- [What the task requires]:
Reproduce the records exactly.

(Dataset entries)
________________________
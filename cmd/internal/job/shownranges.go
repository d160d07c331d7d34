package job

import (
	"maps"
	"math"
	"slices"

	"gatesill/store/record"
)

// shownRanges is what the meters showed so far: by role and step of the display
// the greatest reading.
type shownRanges map[string]map[float64]float64

func (m shownRanges) note(r record.Reading) {
	digit, ok := r.Digit.Get()
	x, number := r.Value.Get()
	if !ok || !number || digit <= 0 || r.Refused != "" {
		return
	}
	if m[r.Role] == nil {
		m[r.Role] = map[float64]float64{}
	}
	m[r.Role][digit] = math.Max(m[r.Role][digit], math.Abs(x))
}

// complete gives meters without ranges what they were seen to show, without an
// accuracy statement; and adds the meters of which nothing else is known. The list
// is not modified.
func (m shownRanges) complete(meters []record.Instrument) []record.Instrument {
	out := slices.Clone(meters)
	for _, role := range slices.Sorted(maps.Keys(m)) {
		i := slices.IndexFunc(out, func(x record.Instrument) bool { return x.Role == role })
		if i < 0 {
			i = len(out)
			out = append(out, record.Instrument{Role: role, Coverage: "limit"})
		}
		if len(out[i].Ranges) == 0 {
			out[i].Ranges = m.ranges(role)
		}
	}
	return out
}

// ranges lists them ascending, as ranges of an instrument of which only the step
// of the display is known.
func (m shownRanges) ranges(role string) []record.RangeAccuracy {
	var digits []float64
	for d := range m[role] {
		digits = append(digits, d)
	}
	slices.Sort(digits)
	var out []record.RangeAccuracy
	for i, d := range digits {
		top := m[role][d]
		if i == len(digits)-1 {
			top = math.MaxFloat64
		}
		if n := len(out); n > 0 && top <= out[n-1].Top {
			continue
		}
		out = append(out, record.RangeAccuracy{Top: top, Resolution: d})
	}
	return out
}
________________________
- [Task output]:
filename cmd/internal/job/shownranges.go
repository d160d07c331d7d34
package job

import (
	"maps"
	"math"
	"slices"

	"gatesill/store/record"
)

// shownRanges is what the meters showed so far: by role and step of the display
// the greatest reading.
type shownRanges map[string]map[float64]float64

func (m shownRanges) note(r record.Reading) {
	digit, ok := r.Digit.Get()
	x, number := r.Value.Get()
	if !ok || !number || digit <= 0 || r.Refused != "" {
		return
	}
	if m[r.Role] == nil {
		m[r.Role] = map[float64]float64{}
	}
	m[r.Role][digit] = math.Max(m[r.Role][digit], math.Abs(x))
}

// complete gives meters without ranges what they were seen to show, without an
// accuracy statement; and adds the meters of which nothing else is known. The list
// is not modified.
func (m shownRanges) complete(meters []record.Instrument) []record.Instrument {
	out := slices.Clone(meters)
	for _, role := range slices.Sorted(maps.Keys(m)) {
		i := slices.IndexFunc(out, func(x record.Instrument) bool { return x.Role == role })
		if i < 0 {
			i = len(out)
			out = append(out, record.Instrument{Role: role, Coverage: "limit"})
		}
		if len(out[i].Ranges) == 0 {
			out[i].Ranges = m.ranges(role)
		}
	}
	return out
}

// ranges lists them ascending, as ranges of an instrument of which only the step
// of the display is known.
func (m shownRanges) ranges(role string) []record.RangeAccuracy {
	var digits []float64
	for d := range m[role] {
		digits = append(digits, d)
	}
	slices.Sort(digits)
	var out []record.RangeAccuracy
	for i, d := range digits {
		top := m[role][d]
		if i == len(digits)-1 {
			top = math.MaxFloat64
		}
		if n := len(out); n > 0 && top <= out[n-1].Top {
			continue
		}
		out = append(out, record.RangeAccuracy{Top: top, Resolution: d})
	}
	return out
}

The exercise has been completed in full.